Fan-In: Many Binaries → One Receiver
This is a classic multi-producer, single-consumer (MPSC) pattern. You don’t need special OS-level listeners — Tokio’s mpsc channel is purpose-built for this.
The architecture:
-
Each producer binary is spawned as a child process with stdout(Stdio::piped())
-
Each gets a clone of the mpsc::Sender
-
A single async task owns the Receiver and processes all incoming data
use tokio::process::Command;
use tokio::io::{AsyncReadExt, BufReader};
use tokio::sync::mpsc;
use std::process::Stdio;
#[tokio::main]
async fn main() {
let (tx, mut rx) = mpsc::channel::<(usize, Vec<u8>)>(32);
let producers = vec!["producer_a", "producer_b", "producer_c"];
for (id, binary) in producers.iter().enumerate() {
let tx = tx.clone(); // clone sender for each producer
let mut child = Command::new(binary)
.stdout(Stdio::piped())
.spawn()
.expect("Failed to spawn producer");
tokio::spawn(async move {
let mut stdout = BufReader::new(child.stdout.take().unwrap());
let mut buf = Vec::new();
loop {
let mut chunk = vec![0u8; 4096];
match stdout.read(&mut chunk).await {
Ok(0) => break, // EOF
Ok(n) => {
chunk.truncate(n);
tx.send((id, chunk)).await.unwrap();
}
Err(e) => { eprintln!("Error from producer {}: {}", id, e); break; }
}
}
child.wait().await.unwrap();
});
}
drop(tx); // drop original sender so rx knows when all producers are done
// Single receiver handles all producers
while let Some((producer_id, data)) = rx.recv().await {
println!("Producer {}: {} bytes", producer_id, data.len());
// process binary data here...
}
}Do You Need an Event Listener? Not in the traditional sense. Tokio’s scheduler is itself an event-driven async runtime — when no data is available, tasks are suspended and CPU is yielded, not wasted in a spin loop.
Delimiter
A delimiter is a character or group of characters that marks where one piece of data ends and the next one begins.

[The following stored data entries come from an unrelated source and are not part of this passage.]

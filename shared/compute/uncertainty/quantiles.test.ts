import fc from 'fast-check'
import { describe, expect, it } from 'vitest'
import { ComputeError } from '@/shared/compute/errors'
import { chiSquareQuantile } from './chiSquareQuantile'
import { lognormalBand } from './lognormalBand'
import { lognormalFromMean } from './lognormalFromMean'
import { lognormalFromMedian } from './lognormalFromMedian'
import { lognormalMoments } from './lognormalMoments'
import { normalQuantile } from './normalQuantile'
import { percentile } from './percentile'
import { productCv } from './productCv'
import vectors from './quantiles.vectors.json'
import { studentQuantile } from './studentQuantile'

const probability = fc.double({ min: 1e-12, max: 1 - 1e-12, noNaN: true })
const relativeError = (got: number, expected: number) => Math.abs(got - expected) / Math.abs(expected)
const worstOf = (errors: readonly number[]) => errors.reduce((worst, error) => Math.max(worst, error), 0)

describe('quantiles', () => {
  it('agree with 40-digit arithmetic for the normal law, far into the tail', () => {
    const worst = worstOf(vectors.normal.map(([p, z]) => relativeError(normalQuantile(p!), z!)))

    expect(worst).toBeLessThan(1e-14)
    expect(normalQuantile(1e-300)).toBeCloseTo(-37.0470962993612, 12)
  })

  it("agree with 40-digit arithmetic for Student's law, middle and tails", () => {
    const worst = worstOf(vectors.student.map(([p, freedom, t]) => relativeError(studentQuantile(p!, freedom!), t!)))

    expect(worst).toBeLessThan(1e-11)
  })

  it('agree with 40-digit arithmetic for the chi-square law, few and many degrees of freedom', () => {
    const worst = worstOf(
      vectors.chiSquare.map(([p, freedom, x]) => relativeError(chiSquareQuantile(p!, freedom!), x!)),
    )

    expect(worst).toBeLessThan(1e-11)
  })

  it('are symmetric for the laws that are', () => {
    fc.assert(
      fc.property(
        fc.double({ min: 0.001, max: 0.499, noNaN: true }),
        fc.double({ min: 1, max: 1e4, noNaN: true }),
        (p, freedom) => {
          expect(normalQuantile(1 - p)).toBeCloseTo(-normalQuantile(p), 9)
          expect(studentQuantile(1 - p, freedom)).toBeCloseTo(-studentQuantile(p, freedom), 7)
        },
      ),
    )
  })

  it('rise with the probability', () => {
    fc.assert(
      fc.property(probability, probability, fc.double({ min: 0.5, max: 500, noNaN: true }), (p, q, freedom) => {
        const [low, high] = [Math.min(p, q), Math.max(p, q)]
        expect(normalQuantile(low)).toBeLessThanOrEqual(normalQuantile(high))
        const above = studentQuantile(high, freedom)
        expect(studentQuantile(low, freedom)).toBeLessThanOrEqual(above + 1e-12 * Math.max(1, Math.abs(above)))
        expect(chiSquareQuantile(low, freedom)).toBeLessThanOrEqual(chiSquareQuantile(high, freedom) * (1 + 1e-12))
      }),
    )
  })

  it('of Student go over into the normal ones', () => {
    expect(studentQuantile(0.9, 1e7)).toBeCloseTo(normalQuantile(0.9), 6)
  })

  it.each([0, 1, -0.1, NaN])('refuse the probability %s', (p) => {
    expect(() => normalQuantile(p)).toThrow(ComputeError)
    expect(() => studentQuantile(p, 3)).toThrow('share-out-of-range')
    expect(() => chiSquareQuantile(p, 3)).toThrow('share-out-of-range')
  })

  it.each([0, -1, NaN])('refuse %s degrees of freedom', (freedom) => {
    expect(() => studentQuantile(0.9, freedom)).toThrow('parameter-not-positive')
    expect(() => chiSquareQuantile(0.9, freedom)).toThrow('parameter-not-positive')
  })
})

describe('lognormal laws', () => {
  it('are the same by median and GSD as by mean and CV', () => {
    fc.assert(
      fc.property(
        fc.double({ min: 1e-6, max: 1e9, noNaN: true }),
        fc.double({ min: 1, max: 5, noNaN: true }),
        (median, gsd) => {
          const { mean, cv } = lognormalMoments(lognormalFromMedian(median, gsd))
          const back = lognormalFromMean(mean, cv)

          expect(back.logMean).toBeCloseTo(Math.log(median), 9)
          expect(back.logSd).toBeCloseTo(Math.log(gsd), 7)
        },
      ),
    )
  })

  it('keep P10 ≤ P50 ≤ P90, and scale with their mean', () => {
    fc.assert(
      fc.property(
        fc.double({ min: 1e-6, max: 1e9, noNaN: true }),
        fc.double({ min: 0, max: 3, noNaN: true }),
        (mean, cv) => {
          const band = lognormalBand(lognormalFromMean(mean, cv))
          const doubled = lognormalBand(lognormalFromMean(2 * mean, cv))

          expect(band.p10).toBeLessThanOrEqual(band.p50)
          expect(band.p50).toBeLessThanOrEqual(band.p90)
          expect(doubled.p90 / band.p90).toBeCloseTo(2, 9)
        },
      ),
    )
  })

  it('refuse a median of nothing and a GSD below one', () => {
    expect(() => lognormalFromMedian(0, 2)).toThrow('parameter-not-positive')
    expect(() => lognormalFromMedian(1, 0.9)).toThrow('parameter-out-of-range')
    expect(() => lognormalFromMean(-1, 0.2)).toThrow('parameter-not-positive')
    expect(() => lognormalFromMean(1, NaN)).toThrow('parameter-out-of-range')
  })
})

describe('percentile', () => {
  it('interpolates between neighbours and stays within the values', () => {
    fc.assert(
      fc.property(
        fc.array(fc.double({ min: -1e6, max: 1e6, noNaN: true }), { minLength: 1, maxLength: 200, size: 'max' }),
        fc.double({ min: 0, max: 1, noNaN: true }),
        (values, p) => {
          const sorted = Float64Array.from(values).sort()
          const got = percentile(sorted, p)

          expect(got).toBeGreaterThanOrEqual(sorted[0]! - 1e-9)
          expect(got).toBeLessThanOrEqual(sorted.at(-1)! + 1e-9)
        },
      ),
    )
  })

  it('refuses no values and a share beyond one', () => {
    expect(() => percentile([], 0.5)).toThrow('empty-input')
    expect(() => percentile([1], 1.1)).toThrow('share-out-of-range')
  })
})

describe('productCv', () => {
  it('is at least its first order, whatever the order of the parts', () => {
    const parts = fc.array(fc.double({ min: 0, max: 2, noNaN: true }), { maxLength: 30, size: 'max' })
    fc.assert(
      fc.property(parts, (cvs) => {
        const { exact, firstOrder } = productCv(cvs)

        expect(exact).toBeGreaterThanOrEqual(firstOrder * (1 - 1e-12))
        expect(productCv([...cvs].reverse()).exact).toBeCloseTo(exact, 6)
      }),
    )
  })

  it('refuses a negative part', () => {
    expect(() => productCv([0.2, -0.1])).toThrow('parameter-out-of-range')
  })
})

In computing and data formats, common delimiters include commas, tabs, spaces, semicolons, and pipes, such as in CSV files where commas separate values. In general English dictionaries, it is defined as a character that marks the beginning or end of a unit of data. In maths and programming, symbols like parentheses (), quotes ” ” and braces {} also act as delimiters because they enclose or bound expressions or code blocks.